"""Reading the input series while the process is still starting up.

A fitting command spends its first few tenths of a second importing numpy,
nibabel, scipy and its own modules, all of which holds the interpreter lock,
and then decompresses its ``.nii.gz`` series, which does not (ISA-L releases
the lock while it inflates). :func:`start` begins the decompression in a
background thread as soon as the command line is parsed (this module and that
thread import nothing but the standard library and ``isal``), so the two
overlap; the loader (:func:`qmap.io.nifti.image_data`) then makes the voxel
array from the decompressed bytes (:func:`take`; no copy, so the array is
read-only: the one change a run makes to its series, clipping small negative
values, makes a copy) instead of reading the file again. A run with one coil
does not import ``scipy.special`` at all (:mod:`qmap.special`): its import
holds the interpreter lock for ~0.1 s, which stalled the imports and the
loading beside it wherever it was placed (measured).

Measured on the 1M-voxel x 12-echo series of ``scripts/benchmark.py`` with the
machine otherwise idle: the series is in memory 0.2 s after the start instead
of 0.55 s, and a default ``qmap t2star`` run takes 1.6 s instead of 1.75 s.

Nothing changes for the user: the voxel array is bit for bit the one nibabel
returns, scaling included (tested); a file the thread cannot read is read by
the loader as before, which reports the problem in the same words at the same
point of the run; and with a memory budget (``--max-memory``) nothing is read
ahead.
"""

from __future__ import annotations

import os
import threading
from pathlib import Path

__all__ = ["discard", "start", "take"]

#: absolute path -> its read-ahead (one per file)
_PENDING: dict[str, _ReadAhead] = {}
#: absolute path -> its read-ahead, kept after the data were taken (for :func:`sha256`)
_HASHED: dict[str, _ReadAhead] = {}
_LOCK = threading.Lock()


class _ReadAhead:
    """One ``.nii.gz`` file decompressed whole in a daemon thread (its bytes, or None if that failed)."""

    def __init__(self, path: str):
        self.path = path
        self.stat = _stat(path)
        self.done = threading.Event()
        self.data: bytes | None = None
        self.cancelled = False
        self.digest: str | None = None  # SHA-256 of the file (for the provenance), once ``hashed``
        self.hashed = threading.Event()

    def read(self) -> None:
        """Map the file once: inflate it (then the loader may take the bytes), then hash it for the provenance."""
        import hashlib
        import mmap

        try:
            with open(self.path, "rb") as fh, mmap.mmap(fh.fileno(), 0, access=mmap.ACCESS_READ) as packed:
                try:
                    data = _inflate(packed)
                    if not self.cancelled:
                        self.data = data
                finally:
                    self.done.set()
                if not self.cancelled:  # hashlib releases the lock too; the loader does not wait for this
                    self.digest = hashlib.sha256(packed).hexdigest()
        except (OSError, ValueError):  # unreadable, or empty (cannot be mapped): the loader reads it itself
            pass
        finally:
            self.done.set()
            self.hashed.set()


def _inflate(packed) -> bytes | None:
    """The decompressed content of the mapped gzip file ``packed`` (its first member; CRC-32 and length checked).

    One call inflates the whole file with the interpreter lock released throughout (ISA-L's one-shot
    ``isal_zlib.decompress``, its output allocated once at the size the gzip trailer gives): a gzip file
    object, or a decompressor fed in blocks, takes the lock back for every piece, and then waits behind
    the import threads' long-held locks (measured: 0.3-0.5 s instead of 0.2 s for a 50 MB series at
    start-up). None when the file cannot be read this way (corrupt, truncated, not gzip): the loader
    then reads it as usual and reports any problem in its usual words. A file of several gzip members
    gives its first member (the loader reads the file as usual when that does not hold the whole image).
    """
    from isal import isal_zlib

    try:
        isize = int.from_bytes(packed[-4:], "little")  # the uncompressed length modulo 2**32
        return isal_zlib.decompress(packed, 31, max(isize, 1 << 16))
    except Exception:  # noqa: BLE001 -- any failure: the loader reads the file itself
        return None


def _stat(path: str) -> tuple[int, int] | None:
    try:
        st = os.stat(path)
    except OSError:
        return None
    return st.st_size, st.st_mtime_ns


def _key(path) -> str:
    return str(Path(path).expanduser().absolute())


def start(paths, *, max_bytes: float | None = None) -> None:
    """Begin decompressing the series' ``.nii.gz`` file in a background thread.

    Parameters
    ----------
    paths : list of path-like
        The series' files (one 4D NIfTI or several 3D NIfTIs), in order. Of several files only the
        first is read ahead: the loader copies the files one by one into the series, and a second file
        decompressed beside them would raise the memory of the loading (by one file). An uncompressed
        ``.nii`` is not read ahead (nibabel maps it into memory: nothing to gain).
    max_bytes : float, optional
        The run's memory budget (``--max-memory``): with a budget nothing is read ahead (the series may
        be read in slabs, and the read-ahead would be held beside them).
    """
    paths = list(paths)[:1]
    if max_bytes is not None or not paths:
        return
    key = _key(paths[0])
    with _LOCK:
        if key in _PENDING or not key.endswith(".gz") or not os.path.isfile(key):
            return
        _PENDING[key] = _HASHED[key] = ahead = _ReadAhead(key)
    threading.Thread(target=ahead.read, name="qmap-readahead", daemon=True).start()


def take(path) -> bytes | None:
    """The decompressed content of ``path`` read ahead (waiting for the reading to finish), or None.

    None when nothing was read ahead for the file, the reading failed (the loader then reads the file
    and reports what is wrong in its usual words), or the file changed since. Each read-ahead is given
    out once.
    """
    with _LOCK:
        ahead = _PENDING.pop(_key(path), None)
    if ahead is None:
        return None
    if not ahead.done.is_set():  # the main thread has time on its hands: import what the run needs later
        _import_while_waiting(ahead.done)
    ahead.done.wait()
    if ahead.stat is None or _stat(ahead.path) != ahead.stat:
        return None
    data, ahead.data = ahead.data, None  # kept for its digest (sha256) only: the bytes are the caller's now
    return data


#: modules a fitting run imports later anyway, imported by the loader while it waits for the inflating (which
#: releases the interpreter lock): numpy's median and percentile import numpy.ma on first use (~10 ms that
#: would otherwise come after the loading; measured on the benchmark's 1M-voxel series, the main thread had
#: finished its imports ~35 ms before the series was inflated); threadpoolctl, which the fit's engine imports
#: (4 ms)
IMPORT_WHILE_WAITING = ("numpy.ma", "threadpoolctl")


def _import_while_waiting(done: threading.Event) -> None:
    import importlib
    import sys

    for name in IMPORT_WHILE_WAITING:
        if done.is_set():
            return
        if name not in sys.modules:
            importlib.import_module(name)


def sha256(path) -> str | None:
    """SHA-256 (hex) of ``path`` as the read-ahead hashed it (waiting for it), or None (then hash the file).

    None when the file was not read ahead or has changed since.
    """
    with _LOCK:
        ahead = _HASHED.get(_key(path))
    if ahead is None:
        return None
    ahead.hashed.wait()
    if ahead.stat is None or _stat(ahead.path) != ahead.stat:
        return None
    return ahead.digest


def discard() -> None:
    """Forget every read-ahead not taken (its data are freed; a reading still running drops its result)."""
    with _LOCK:
        for ahead in _PENDING.values():
            ahead.cancelled = True
        for ahead in _HASHED.values():
            ahead.cancelled = True
        _PENDING.clear()
        _HASHED.clear()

Task directions — After locating the line with "nibabel, scipy and" above, return that line and every later line through the one with "array from the", word for word and with nothing else.

Exercise result —
nibabel, scipy and its own modules, all of which holds the interpreter lock,
and then decompresses its ``.nii.gz`` series, which does not (ISA-L releases
the lock while it inflates). :func:`start` begins the decompression in a
background thread as soon as the command line is parsed (this module and that
thread import nothing but the standard library and ``isal``), so the two
overlap; the loader (:func:`qmap.io.nifti.image_data`) then makes the voxel
array from the decompressed bytes (:func:`take`; no copy, so the array is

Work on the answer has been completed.